Identity Access Management Zugriffsrechte IT-Sicherheit DSGVO KMU

Identity & Access Management – So verwalten KMU ihre Zugänge sicher

Nils Oehmichen
Von Nils Oehmichen Datenschutzberater & Geschäftsführer

Inhalt in Kürze

  • Identity & Access Management (IAM) regelt, wer auf welche Systeme und Daten zugreifen darf -- und ist für KMU keine Kür, sondern Pflicht nach Art. 32 DSGVO.
  • 80 % der erfolgreichen Cyberangriffe nutzen gestohlene oder kompromittierte Zugangsdaten. Berechtigungsmanagement ist die wirksamste Gegenmaßnahme.
  • Ein IAM-Konzept muss nicht teuer sein.
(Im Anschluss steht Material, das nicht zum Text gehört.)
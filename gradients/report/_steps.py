"""The analysis steps of a run, in the order they run.

Each step reads its settings, calls the analysis functions of the earlier stages, and adds a
section (tables, figures, text) plus sentences for the methods paragraph. Every number in the
report comes from a result object of an analysis function; nothing is computed here except
the arrangement of those results into tables.
"""

from __future__ import annotations

from typing import Any

import numpy as np
import pandas as pd

from .._errors import InputError, format_items
from ..permutation import adjust_pvalues
from ._model import Section
from ._pipeline import Context, Skip, step

__all__: list[str] = []


def _fmt_p(p: float) -> str:
    return f"p = {p:.3g}" if p >= 0.001 else "p < 0.001"


def _section(ctx: Context, key: str) -> Section | None:
    for s in ctx.sections:
        if s.key == key:
            return s
    return None


def _add_figure(ctx: Context, section: Section, name: str, caption: str, function: str,
                *args: object, **kwargs: object) -> None:
    try:
        fig = ctx.figure(function, *args, **kwargs)
    except InputError as exc:
        ctx.skipped.append((f"figure {name}", str(exc)))
        return
    if fig is not None:
        section.figures[name] = fig
        section.captions[name] = caption


#: Order of the sections in the report (steps run in dependency order, which differs).
SECTION_ORDER = ("verdicts", "planted_truth", "ordination", "vectors", "surfaces", "factors",
                 "mantel", "partial_mantel", "regression", "correlogram", "distance_decay")


def order_sections(sections: list[Section]) -> list[Section]:
    rank = {k: i for i, k in enumerate(SECTION_ORDER)}
    return sorted(sections, key=lambda s: rank.get(s.key, len(rank)))


# ------------------------------------------------------------------------------- community
METRIC_NAMES = {"bray-curtis": "Bray-Curtis", "jaccard": "Jaccard", "sorensen": "Sørensen",
                "ruzicka": "Růžička", "kulczynski": "Kulczynski", "hellinger": "Hellinger",
                "chord": "chord", "chi-square": "chi-square", "euclidean": "Euclidean",
                "manhattan": "Manhattan", "canberra": "Canberra",
                "morisita-horn": "Morisita-Horn"}


@step("community", required=True)
def community_step(ctx: Context) -> None:
    from ..distance import dissimilarity, transform_community

    community = ctx.survey.community
    transform = ctx.settings["community.transform"]
    metric = ctx.settings["community.dissimilarity"]
    table = community
    if transform != "none":
        res = transform_community(community, transform)
        table = res.table
        ctx.methods.append(res.description.rstrip(".") + ".")
    d = dissimilarity(table, metric, transform=None if transform == "none" else transform)
    ctx.results["community"] = d
    why = {
        "bray-curtis": "it ignores joint absences and weighs abundant taxa by their abundance "
                       "(Bray & Curtis 1957)",
        "jaccard": "it compares presence and absence only and ignores joint absences",
        "sorensen": "it compares presence and absence only, counting shared taxa twice",
        "hellinger": "it is Euclidean on square-root relative abundances and suits linear "
                     "ordination (Legendre & Gallagher 2001)",
    }.get(metric, "it was chosen in the project file")
    ctx.methods.append(
        f"Community dissimilarities between the {d.n} sites were "
        f"{METRIC_NAMES.get(metric, metric)} dissimilarities"
        f"{' of the transformed table' if transform != 'none' else ''}, chosen because {why}."
    )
Mit klaren Rollen, dem Least-Privilege-Prinzip und regelmäßigen Rezertifizierungen schaffen auch kleine Unternehmen solide Strukturen.
  • Dokumentation ist Pflicht. Ohne nachweisbares Berechtigungskonzept drohen bei einer Prüfung durch die Aufsichtsbehörde empfindliche Konsequenzen.

Ein Mitarbeiter verlässt das Unternehmen. Sein Active-Directory-Konto bleibt aktiv. Seine Zugriffsrechte auf Kundendaten, ERP-System und Cloud-Speicher bestehen weiter. Wochen später nutzt jemand diesen Zugang.

Kein Einzelfall. Laut BSI-Lagebericht 2025 richten sich rund 80 % der registrierten Angriffe gegen den Mittelstand. Gestohlene oder verwaiste Zugangsdaten sind dabei einer der häufigsten Angriffsvektoren.

Identity & Access Management -- kurz IAM -- ist die systematische Antwort auf dieses Problem. Es regelt, wer in Ihrem Unternehmen auf welche Ressourcen zugreifen darf, wie Berechtigungen vergeben und entzogen werden und wie Sie das Ganze nachweisen können.

80 %
der Angriffe treffen KMU
Art. 32
DSGVO: Zugangskontrolle Pflicht
61 %
der KMU ohne Berechtigungskonzept

Was ist Identity & Access Management?

IAM umfasst alle Prozesse und Technologien, mit denen Sie digitale Identitäten und deren Zugriffsrechte verwalten. Im Kern geht es um vier Fragen:

  1. Wer ist der Nutzer? (Identitätsverwaltung)
  2. Wie weist er sich aus? (Authentifizierung -- Passwort, MFA, Biometrie)
  3. Worauf darf er zugreifen? (Autorisierung und Rollenkonzept)
  4. Ist das noch aktuell? (Rezertifizierung und Offboarding)

Für KMU bedeutet das: Sie brauchen kein Millionen-Budget und keine Enterprise-Plattform. Sie brauchen klare Regeln, saubere Prozesse und eine nachvollziehbare Dokumentation.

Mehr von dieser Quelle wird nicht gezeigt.